I don't know your financial situation, but as me and DH both worked we were comfortable.  We basically enjoyed life, as we knew that when a child come along, either biologically or through adoption then our life would be very limited.

We went on lovely holidays, weekend's away, theatre and hotel breaks in London.  It also doesn't have to cost a lot as we would look at last minute cheap deals.

I am so glad we done all those things, as now all we can manage is Centre Parc's or a week at Butlins!

I wish you all the best.

Stacey
X


----------



## lily1980 (Feb 2, 2012)

Thanks for replying Stacey. Myself and DH both work so we are ok money wise and have been going for meals and other night's out although we did have a lull over the summer. Also planning some winter sunshine in January but only if I'm not pg so will book at Christmas.

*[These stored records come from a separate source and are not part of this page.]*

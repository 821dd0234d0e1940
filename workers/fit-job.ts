import { loadDatasetPoints } from "@/db/queries/fit-data";
import { claimRevision, failRevision, finishRevision, getRevisionForRun, stopReason, writeProgress } from "@/db/queries/fits";
import { fitFinishedMessage } from "@/lib/email";
import { sendMail } from "@/lib/email/send";
import { type BandFitProgress, type BandFitResult, BandFitError, runBandFit, validateBandFit } from "@/lib/fit/bands";
import { revisionSnapshotSchema, type RevisionProgress } from "@/lib/server/fits/snapshot";

/** How often a running fit checks the database for a cancel request, ms (cancellation within a second). */
const cancelPollMs = 250;
/** Least time between two progress writes, ms (at most 2 writes per second). */
const progressIntervalMs = 500;

export type FitJobOutcome = { revisionId: string; outcome: "succeeded" | "cancelled" | "failed" | "skipped"; attempt?: number };

type FitJobContext = { runner: string; appUrl: string };
type LoadedRevision = NonNullable<Awaited<ReturnType<typeof getRevisionForRun>>>;

/**
 * Tells the launcher how the revision ended when its options ask for it (`notifyByEmail`). A mail that
 * cannot be sent is logged, never fails the job.
 */
async function notifyLauncher(
  loaded: LoadedRevision,
  appUrl: string,
  outcome: { status: "succeeded" | "cancelled" | "failed"; rms?: number; reason?: string },
): Promise<void> {
  const notify = revisionSnapshotSchema.safeParse(loaded.revision.inputs).data?.options.notifyByEmail;
  if (!notify || !loaded.launcherEmail) return;
  const { fit, revision, workspaceSlug } = loaded;
  await sendMail(
    fitFinishedMessage({
      to: loaded.launcherEmail,
      fitName: fit.name,
      revision: revision.number,
      ...outcome,
      revisionUrl: `${appUrl}/w/${encodeURIComponent(workspaceSlug)}/fits/${fit.id}/revisions/${revision.number}`,
    }),
  ).catch((error: unknown) => console.error(`fit ${revision.id}: finish e-mail failed:`, error));
}

/**
 * Runs one revision job: claims the revision (only from queued, or running after a dead attempt), fits
 * with progress and cancellation flowing, and writes the result and residual rows in one transaction
 * guarded by the attempt. Input the fit refuses ends the revision `failed` at once (no retry); anything
 * unexpected (e.g. the database going away) throws, so pg-boss retries the job.
 */
export async function runFitJob(revisionId: string, context: FitJobContext): Promise<FitJobOutcome> {
  const loaded = await getRevisionForRun(revisionId);
  if (!loaded) return { revisionId, outcome: "skipped" };
  const attempt = await claimRevision({ revisionId, runner: context.runner });
  if (attempt === null) return { revisionId, outcome: "skipped" };
  const fail = async (reason: string): Promise<FitJobOutcome> => {
    if (!(await failRevision({ revisionId, attempt, reason }))) return { revisionId, outcome: "skipped", attempt };
    await notifyLauncher(loaded, context.appUrl, { status: "failed", reason });
    return { revisionId, outcome: "failed", attempt };
  };

  const snapshot = revisionSnapshotSchema.safeParse(loaded.revision.inputs);
  if (!snapshot.success) return fail("The stored inputs of this revision cannot be read.");
  const { model, mapping, window, options } = snapshot.data;
  const points = await loadDatasetPoints(snapshot.data.dataset.id);
  const validation = validateBandFit({ points, model, mapping, window: window ?? undefined, options });
  if (!validation.ok) return fail(`The fit's inputs no longer pass the checks: ${new BandFitError(validation.issues).message}`);

  const controller = new AbortController();
  let superseded = false;
  const poll = setInterval(() => {
    stopReason({ revisionId, attempt })
      .then((reason) => {
        if (!reason || controller.signal.aborted) return;
        superseded = reason === "superseded";
        controller.abort();
      })
      .catch((error: unknown) => console.error(`fit ${revisionId}: cancel poll failed:`, error));
  }, cancelPollMs);

  let lastWrite = 0;
  let writing = false;
  const onProgress = (p: BandFitProgress) => {
    const now = Date.now();
    if (writing || now - lastWrite < progressIntervalMs) return;
    lastWrite = now;
    writing = true;
    const progress: RevisionProgress = {
      start: p.start,
      starts: options.starts,
      iteration: p.iteration,
      chiSquared: Number.isFinite(p.chiSquared) ? p.chiSquared : -1,
      elapsedMs: p.elapsedMs,
      updatedAt: new Date().toISOString(),
    };
    writeProgress({ revisionId, attempt, progress })
      .then((held) => {
        if (!held) {
          superseded = true;
          controller.abort();
        }
      })
      .catch((error: unknown) => console.error(`fit ${revisionId}: progress write failed:`, error))
      .finally(() => (writing = false));
  };

  let result: BandFitResult;
  try {
    result = await runBandFit(validation.prepared, { onProgress, signal: controller.signal });
  } catch (error) {
    if (!(error instanceof BandFitError)) throw error;
    return fail(error.message);
  } finally {
    clearInterval(poll);
  }
  if (superseded) return { revisionId, outcome: "skipped", attempt };

  const status = result.cancelled ? "cancelled" : "succeeded";
  const { residuals, ...stored } = result;
  const written = await finishRevision({
    revisionId,
    attempt,
    status,
    result: stored,
    residuals: residuals.map((r) => {
      const point = points[r.pointIndex];
      return {
        pointIndex: point.index,
        dataBand: r.dataBand,
        modelBand: r.modelBand,
        pathDistance: point.pathDistance,
        energy: r.energy,
        modelEnergy: r.modelEnergy,
        residual: r.residual,
        absResidual: Math.abs(r.residual),
        weightedResidual: r.weightedResidual,
      };
    }),
  });
  if (!written) return { revisionId, outcome: "skipped", attempt };
  await notifyLauncher(loaded, context.appUrl, { status, rms: result.rms });
  return { revisionId, outcome: status, attempt };
}

/**
 * The dead-letter path: a job whose every attempt ended without a result (the worker died each time, or
 * the handler kept failing) ends its revision `failed` with a reason, never stuck in running.
 */
export async function failAbandonedRevision(revisionId: string, appUrl: string): Promise<void> {
  const loaded = await getRevisionForRun(revisionId);
  if (!loaded) return;
  const attempts = loaded.revision.attempts;
  const reason = `The fit did not finish: ${attempts} attempt${attempts === 1 ? "" : "s"} ended without a result (the worker stopped or met an error). Launch a new revision to try again.`;
  if (await failRevision({ revisionId, reason })) await notifyLauncher(loaded, appUrl, { status: "failed", reason });
}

Positive mood still here so think the exercise is working!!!x


----------



## Nosilab (Jun 29, 2011)

Hi lily1980

It's great that you've started up your classes again, and that you and DH are enjoying golf together, sounds perfect and lots of fun.  Sounds like you're heading in the right direction in terms of looking after yourself.  I know docs always suggest exercise for anyone experiencing low moods as the chemicals that are released help re-balance things (apparently!).  I'm not sure if it's the same thing for me, as I don't really do (or enjoy) exercise but what I've done to help me cope with our IF journey is to keep creative!  I've done pottery on and off for about 24 years now!  I absolutely love it so I do that on a weekly basis, I've also started going to a sewing class, sounds boring I know, but I'm loving being creative there too!  Also, a while a go I did belly dancing but gave it up part way through my treatment as everything started to get too much for me, so something had to give.  But I'm thinking of taking it up again as it was such a good laugh and a fun way of getting exercise  

So like you, I think the key is to try and keep busy doing things you enjoy and that help keep your mind distracted, it gives our minds a bit of time out.  DH and I also try and do nice things together, like mini weekend breaks away or nice days out.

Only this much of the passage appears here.